Dataset entries
----------

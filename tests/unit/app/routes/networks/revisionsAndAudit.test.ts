import { beforeAll, describe, expect, it } from "vitest";
import { getDb } from "#app/lib/db.server.ts";
import { saveNetworkDocument } from "#app/lib/networks.server.ts";
import { loader as revisionApi } from "#app/routes/api/revision.ts";
import { loader as revisionsApi } from "#app/routes/api/revisions.ts";
import { action as shareApi } from "#app/routes/api/share.ts";
import { action as networkSharesApi } from "#app/routes/api/network-shares.ts";
import { action as listAction } from "#app/routes/networks/list.tsx";
import { loader as revisionPage } from "#app/routes/networks/revision.tsx";
import { action as revisionsAction, loader as revisionsPage } from "#app/routes/networks/revisions.tsx";
import { action as teamAction, loader as teamLoader } from "#app/routes/teams/team.tsx";
import { readRevision } from "#db/networks.ts";
import { call, formRequest, getRequest, jsonRequest } from "../harness.ts";
import { demoDocument, freshWorld, makePeople, type People, type World } from "../reviewWorld.ts";

let people: People;
let world: World;

beforeAll(async () => {
  people = await makePeople("History");
  world = await freshWorld(people, "History");
  const db = await getDb();
  const second = demoDocument("History main");
  (second.lines as { id: string; lengthKm: number }[]).find((l) => l.id === "l-fell")!.lengthKm = 52;
  const third = { ...second, loads: [...(second.loads as object[]), { id: "ld-quarry", name: "Quarry", bus: "b-town", pMW: 1.5, qMvar: 0.4 }] };
  for (const [i, document] of [second, third].entries()) {
    const saved = await saveNetworkDocument(db, { networkId: world.networkId, expectedRevision: i + 1, document, authorId: people.editor.id, message: `step ${i + 2}` });
    if (!saved.ok) throw new Error("fixture saves must succeed");
  }
});

const params = () => ({ networkId: String(world.networkId) });

describe("Revisions", () => {
  it("lists every save and, by default, compares the last one with the one before", async () => {
    const page = await call(revisionsPage, getRequest(`/networks/${world.networkId}/revisions`, people.cookies.viewer), params());
    expect(page.body.revisions.map((r: { number: number; message: string }) => [r.number, r.message])).toEqual([
      [3, "step 3"],
      [2, "step 2"],
      [1, "Created"],
    ]);
    expect(page.body).toMatchObject({ from: 2, to: 3, mayRestore: false });
    expect(page.body.diff.added).toEqual([expect.objectContaining({ id: "ld-quarry", kind: "Load" })]);
  });

  it("compares any two revisions asked for, field by field with units", async () => {
    const page = await call(revisionsPage, getRequest(`/networks/${world.networkId}/revisions?from=1&to=2`, people.cookies.viewer), params());
    expect(page.body.diff.changed).toEqual([
      expect.objectContaining({ id: "l-fell", changes: [expect.objectContaining({ field: "lengthKm", fromText: "48 km", toText: "52 km" })] }),
    ]);
    const missing = await call(revisionsPage, getRequest(`/networks/${world.networkId}/revisions?from=1&to=9`, people.cookies.viewer), params());
    expect(missing.body.diffError).toBe("There is no revision 9.");
  });

  it("opens a past revision read only", async () => {
    const page = await call(revisionPage, getRequest(`/networks/${world.networkId}/revisions/2`, people.cookies.viewer), { ...params(), number: "2" });
    expect(page.body).toMatchObject({ number: 2, current: 3, mayRestore: false, revision: { ok: true, message: "step 2" } });
    expect(page.body.revision.document.lines.find((l: { id: string }) => l.id === "l-fell").lengthKm).toBe(52);
    const none = await call(revisionPage, getRequest(`/networks/${world.networkId}/revisions/99`, people.cookies.viewer), { ...params(), number: "99" });
    expect(none.status).toBe(404);
  });

  it("restores a revision as a new one (editors), overwriting nothing, and logs it", async () => {
    const db = await getDb();
    const viewer = await call(revisionsAction, formRequest(`/networks/${world.networkId}/revisions`, { intent: "restore", number: "1" }, { cookie: people.cookies.viewer }), params());
    expect(viewer.status).toBe(403);
    const restored = await call(
      revisionsAction,
      formRequest(`/networks/${world.networkId}/revisions`, { intent: "restore", number: "1" }, { cookie: people.cookies.editLink }),
      params(),
    );
    expect(restored).toMatchObject({ status: 200, body: { ok: true, message: "Revision 1 is restored as revision 4." } });
    const fourth = await readRevision(db, world.networkId, 4);
    const first = await readRevision(db, world.networkId, 1);
    expect(fourth?.document).toEqual(first?.document);
    expect(fourth?.message).toBe("Restored revision 1");
    expect(fourth?.authorName).toBe(people.editLinkUser.name);
    expect(await readRevision(db, world.networkId, 3)).toMatchObject({ message: "step 3" });
  });

  it("answers the API: the list, and one revision's document", async () => {
    const list = await call(revisionsApi, getRequest(`/api/networks/${world.networkId}/revisions`, people.cookies.viewer), params());
    expect(list.status).toBe(200);
    expect(list.body.revisions[0]).toEqual({ number: 4, createdAt: expect.any(String), author: people.editLinkUser.name, message: "Restored revision 1" });
    const one = await call(revisionApi, getRequest(`/api/networks/${world.networkId}/revisions/2`, people.cookies.viewer), { ...params(), number: "2" });
    expect(one.body).toMatchObject({ networkId: world.networkId, number: 2, message: "step 2", document: { name: "History main" } });
    const none = await call(revisionApi, getRequest(`/api/networks/${world.networkId}/revisions/0`, people.cookies.viewer), { ...params(), number: "0" });
    expect(none.status).toBe(404);
  });
});

describe("the team audit log", () => {
  it("records shares, roles, removals and deleted or restored networks, and shows them to owners only", async () => {
    const own = await freshWorld(people, "Audit");
    const teamId = String(people.team.id);
    const created = await call(networkSharesApi, jsonRequest("POST", `/api/networks/${own.networkId}/shares`, { cookie: people.cookies.owner, body: { role: "viewer", expiresInDays: 5 } }), {
      networkId: String(own.networkId),
    });
    expect(created.status).toBe(201);
    expect(created.body.url).toMatch(/\/s\/[A-Za-z0-9_-]{43}$/);
    const revoked = await call(shareApi, jsonRequest("DELETE", `/api/shares/${created.body.id}`, { cookie: people.cookies.owner }), { shareId: String(created.body.id) });
    expect(revoked).toMatchObject({ status: 200, body: { revoked: true, alreadyRevoked: false } });

    const bad = await call(networkSharesApi, jsonRequest("POST", `/api/networks/${own.networkId}/shares`, { cookie: people.cookies.owner, body: { role: "admin", expiresInDays: 0 } }), {
      networkId: String(own.networkId),
    });
    expect(bad.status).toBe(400);
    expect(bad.body.issues.map((i: { path: string }) => i.path).sort()).toEqual(["expiresInDays", "role"]);

    const changed = await call(teamAction, formRequest(`/teams/${teamId}`, { intent: "change-role", userId: String(people.viewer.id), role: "editor" }, { cookie: people.cookies.owner }), { teamId });
    expect(changed.status).toBe(200);
    const removed = await call(teamAction, formRequest(`/teams/${teamId}`, { intent: "remove", userId: String(people.viewer.id) }, { cookie: people.cookies.owner }), { teamId });
    expect(removed.status).toBe(200);
    const deleted = await call(listAction, formRequest("/networks", { intent: "delete", networkId: String(own.networkId) }, { cookie: people.cookies.owner }));
    expect(deleted.status).toBe(200);
    const back = await call(listAction, formRequest("/networks", { intent: "restore", networkId: String(own.networkId) }, { cookie: people.cookies.owner }));
    expect(back.status).toBe(200);

    const page = await call(teamLoader, getRequest(`/teams/${teamId}`, people.cookies.owner), { teamId });
    const kinds = (page.body.owner.audit as { kind: string; summary: string }[]).map((e) => e.kind);
    expect(kinds.slice(0, 6)).toEqual(["network-restored", "network-deleted", "member-removed", "role-changed", "share-revoked", "share-created"]);
    const summaries = (page.body.owner.audit as { summary: string }[]).map((e) => e.summary);
    expect(summaries).toContain(`${people.owner.name} changed the role of ${people.viewer.name} (${people.viewer.email}) from viewer to editor.`);
    expect(summaries).toContain(`${people.owner.name} removed ${people.viewer.name} (${people.viewer.email}) (was editor) from the team.`);

    const editorView = await call(teamLoader, getRequest(`/teams/${teamId}`, people.cookies.editor), { teamId });
    expect(editorView.body.owner).toBeNull();
  });
});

----------

### YOUR OBJECTIVE:
Only one stretch of the data above is needed. Restate it word for word, from the line containing "const teamId = String(people.team.id);" through the line containing "const kinds = (page.body.owner.audit", both ends included.

### ANSWER BELOW:
    const teamId = String(people.team.id);
    const created = await call(networkSharesApi, jsonRequest("POST", `/api/networks/${own.networkId}/shares`, { cookie: people.cookies.owner, body: { role: "viewer", expiresInDays: 5 } }), {
      networkId: String(own.networkId),
    });
    expect(created.status).toBe(201);
    expect(created.body.url).toMatch(/\/s\/[A-Za-z0-9_-]{43}$/);
    const revoked = await call(shareApi, jsonRequest("DELETE", `/api/shares/${created.body.id}`, { cookie: people.cookies.owner }), { shareId: String(created.body.id) });
    expect(revoked).toMatchObject({ status: 200, body: { revoked: true, alreadyRevoked: false } });

    const bad = await call(networkSharesApi, jsonRequest("POST", `/api/networks/${own.networkId}/shares`, { cookie: people.cookies.owner, body: { role: "admin", expiresInDays: 0 } }), {
      networkId: String(own.networkId),
    });
    expect(bad.status).toBe(400);
    expect(bad.body.issues.map((i: { path: string }) => i.path).sort()).toEqual(["expiresInDays", "role"]);

    const changed = await call(teamAction, formRequest(`/teams/${teamId}`, { intent: "change-role", userId: String(people.viewer.id), role: "editor" }, { cookie: people.cookies.owner }), { teamId });
    expect(changed.status).toBe(200);
    const removed = await call(teamAction, formRequest(`/teams/${teamId}`, { intent: "remove", userId: String(people.viewer.id) }, { cookie: people.cookies.owner }), { teamId });
    expect(removed.status).toBe(200);
    const deleted = await call(listAction, formRequest("/networks", { intent: "delete", networkId: String(own.networkId) }, { cookie: people.cookies.owner }));
    expect(deleted.status).toBe(200);
    const back = await call(listAction, formRequest("/networks", { intent: "restore", networkId: String(own.networkId) }, { cookie: people.cookies.owner }));
    expect(back.status).toBe(200);

    const page = await call(teamLoader, getRequest(`/teams/${teamId}`, people.cookies.owner), { teamId });
    const kinds = (page.body.owner.audit as { kind: string; summary: string }[]).map((e) => e.kind);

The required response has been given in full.